Opponents of California legislation allowing doctors to prescribe lethal drugs for the terminally ill are launching a drive for a referendum to overturn the law.
Brown’s office tweeted a photo target=”_blank”} Sunday of the governor signing the bill on a Sacramento beer bike’s bar with his wife, Anne Gust Brown, and their two dogs.
He added he wouldn’t deny that right to others.
“I do not know what I would do if I were dying in prolonged and excruciating pain”, Brown wrote in a statement released to the press. The bill makes California the fifth USA state to allow assisted suicide after Montana, Oregon, Washington and Vermont.
This year more than half of states have proposed bills to legalize a few form of aid-in-dying but California’s is the first to become law, according to the Death With Dignity National Center in Portland, OR.
The San Francisco Chronicle reports on the rules for terminally ill patients who are eligible for a physician’s help to end their life.
The bill includes requirements that patients be physically capable of taking the medication themselves, that two doctors approve it, that the patients submit several written requests and that there be two witnesses, one of whom is not a family member. They need to have less than six months to live and the statement should be supported by two physicians, and they should also be mentally healthy to take the decision.
Last year, 29-year-old Californian Brittany Maynard, dying from an aggressive brain tumor, moved to Oregon to avail herself of the law there.
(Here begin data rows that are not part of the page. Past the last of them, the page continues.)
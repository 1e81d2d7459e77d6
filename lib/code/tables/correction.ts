/**
 * Ambient temperature correction and adjustment for more than three current-carrying conductors.
 * Source: NFPA 70-2023 Tables 310.15(B)(1)(1), 310.15(B)(1)(2), 310.15(C)(1); 2020 Tables 310.15(B)(1), (B)(2), (C)(1); 2017 Tables 310.15(B)(2)(a), (B)(2)(b), (B)(3)(a).
 * Bands are whole degrees; a temperature between two bands takes the hotter one. null = not permitted at this temperature.
 * Rows for 105 °C and 125 °C conductors of PV circuits: NFPA 70-2020 Table 690.31(A)(a).
 */
import type { TableInfo } from "../types";

/** Highest ambient of the band in °C and the factors by conductor temperature rating. */
export interface CorrectionBand<Rating extends number> {
  readonly maxC: number;
  readonly factors: Readonly<Record<Rating, number | null>>;
}

export const CORRECTION_INFO: TableInfo = {
  meaning: "ambient-correction",
  title: "Ambient temperature correction factors",
  values: { "2017": "read", "2020": "read", "2023": "read", "2026": "preview" },
};

export const ADJUSTMENT_INFO: TableInfo = {
  meaning: "bundling-adjustment",
  title: "Adjustment factors for more than three current-carrying conductors",
  values: { "2017": "read", "2020": "read", "2023": "read", "2026": "preview" },
};

export const PV_CORRECTION_INFO: TableInfo = {
  meaning: "pv-wire-correction",
  title: "Correction factors for 105 °C and 125 °C conductors of PV circuits",
  values: { "2017": "unconfirmed", "2020": "read", "2023": "unconfirmed", "2026": "preview" },
};

export const CORRECTION_BASE_30C: readonly CorrectionBand<60 | 75 | 90>[] = [
  { maxC: 10, factors: { 60: 1.29, 75: 1.2, 90: 1.15 } },
  { maxC: 15, factors: { 60: 1.22, 75: 1.15, 90: 1.12 } },
  { maxC: 20, factors: { 60: 1.15, 75: 1.11, 90: 1.08 } },
  { maxC: 25, factors: { 60: 1.08, 75: 1.05, 90: 1.04 } },
  { maxC: 30, factors: { 60: 1, 75: 1, 90: 1 } },
  { maxC: 35, factors: { 60: 0.91, 75: 0.94, 90: 0.96 } },
  { maxC: 40, factors: { 60: 0.82, 75: 0.88, 90: 0.91 } },
  { maxC: 45, factors: { 60: 0.71, 75: 0.82, 90: 0.87 } },
  { maxC: 50, factors: { 60: 0.58, 75: 0.75, 90: 0.82 } },
  { maxC: 55, factors: { 60: 0.41, 75: 0.67, 90: 0.76 } },
  { maxC: 60, factors: { 60: null, 75: 0.58, 90: 0.71 } },
  { maxC: 65, factors: { 60: null, 75: 0.47, 90: 0.65 } },
  { maxC: 70, factors: { 60: null, 75: 0.33, 90: 0.58 } },
  { maxC: 75, factors: { 60: null, 75: null, 90: 0.5 } },
  { maxC: 80, factors: { 60: null, 75: null, 90: 0.41 } },
  { maxC: 85, factors: { 60: null, 75: null, 90: 0.29 } },
];

export const CORRECTION_BASE_40C: readonly CorrectionBand<60 | 75 | 90>[] = [
  { maxC: 10, factors: { 60: 1.58, 75: 1.36, 90: 1.26 } },
  { maxC: 15, factors: { 60: 1.5, 75: 1.31, 90: 1.22 } },
  { maxC: 20, factors: { 60: 1.41, 75: 1.25, 90: 1.18 } },
  { maxC: 25, factors: { 60: 1.32, 75: 1.2, 90: 1.14 } },
  { maxC: 30, factors: { 60: 1.22, 75: 1.13, 90: 1.1 } },
  { maxC: 35, factors: { 60: 1.12, 75: 1.07, 90: 1.05 } },
  { maxC: 40, factors: { 60: 1, 75: 1, 90: 1 } },
  { maxC: 45, factors: { 60: 0.87, 75: 0.93, 90: 0.95 } },
  { maxC: 50, factors: { 60: 0.71, 75: 0.85, 90: 0.89 } },
  { maxC: 55, factors: { 60: 0.5, 75: 0.76, 90: 0.84 } },
  { maxC: 60, factors: { 60: null, 75: 0.65, 90: 0.77 } },
  { maxC: 65, factors: { 60: null, 75: 0.53, 90: 0.71 } },
  { maxC: 70, factors: { 60: null, 75: 0.38, 90: 0.63 } },
  { maxC: 75, factors: { 60: null, 75: null, 90: 0.55 } },
  { maxC: 80, factors: { 60: null, 75: null, 90: 0.45 } },
];

export const CORRECTION_PV_WIRE: readonly CorrectionBand<105 | 125>[] = [
  { maxC: 30, factors: { 105: 1, 125: 1 } },
  { maxC: 35, factors: { 105: 0.97, 125: 0.97 } },
  { maxC: 40, factors: { 105: 0.93, 125: 0.95 } },
  { maxC: 45, factors: { 105: 0.89, 125: 0.92 } },
  { maxC: 50, factors: { 105: 0.86, 125: 0.89 } },
  { maxC: 55, factors: { 105: 0.82, 125: 0.86 } },
  { maxC: 60, factors: { 105: 0.77, 125: 0.83 } },
  { maxC: 65, factors: { 105: 0.73, 125: 0.79 } },
  { maxC: 70, factors: { 105: 0.68, 125: 0.76 } },
  { maxC: 75, factors: { 105: 0.63, 125: 0.73 } },
  { maxC: 80, factors: { 105: 0.58, 125: 0.69 } },
  { maxC: 85, factors: { 105: 0.52, 125: 0.65 } },
  { maxC: 90, factors: { 105: 0.45, 125: 0.61 } },
  { maxC: 95, factors: { 105: 0.37, 125: 0.56 } },
  { maxC: 100, factors: { 105: 0.26, 125: 0.51 } },
  { maxC: 105, factors: { 105: null, 125: 0.46 } },
  { maxC: 110, factors: { 105: null, 125: 0.4 } },
  { maxC: 115, factors: { 105: null, 125: 0.32 } },
  { maxC: 120, factors: { 105: null, 125: 0.23 } },
];

/** Percent of the ampacity by number of current-carrying conductors; `max` null = no upper end. */
export const ADJUSTMENT_ROWS: readonly { readonly min: number; readonly max: number | null; readonly percent: number }[] = [
  { min: 1, max: 3, percent: 100 },
  { min: 4, max: 6, percent: 80 },
  { min: 7, max: 9, percent: 70 },
  { min: 10, max: 20, percent: 50 },
  { min: 21, max: 30, percent: 45 },
  { min: 31, max: 40, percent: 40 },
  { min: 41, max: null, percent: 35 },
];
And once we establish in law that a few lives are not as valuable as others – not worth “paying for” – what will be next for California?
California’s experience will influence what happens in other states, because so much data will be generated in a state of 39 million people, predicted Eighmey, a former Oregon state legislator who was instrumental in getting that state’s legislation passed.
The campaign for the right-to-die legislature has been going on in California for years with strong opposition from religious and disability rights groups. In 1992, voters rejected a proposal that would have granted physicians the right to give a lethal injection to a patient.
Female workers in California are getting new tools to challenge gender-based wage gaps under legislation signed by Gov. Jerry Brown.
In New York, the New York Catholic Conference is lobbying against assisted suicide legislation. “For this reason, and because we fear the potential impact of this law on vulnerable populations, our Church vocally opposed it”.
For instance, under current law a woman who works at a facility in Oakland could not necessarily compare her salary to that of a man who holds the same position for the same company at a facility in Berkeley, proponents said.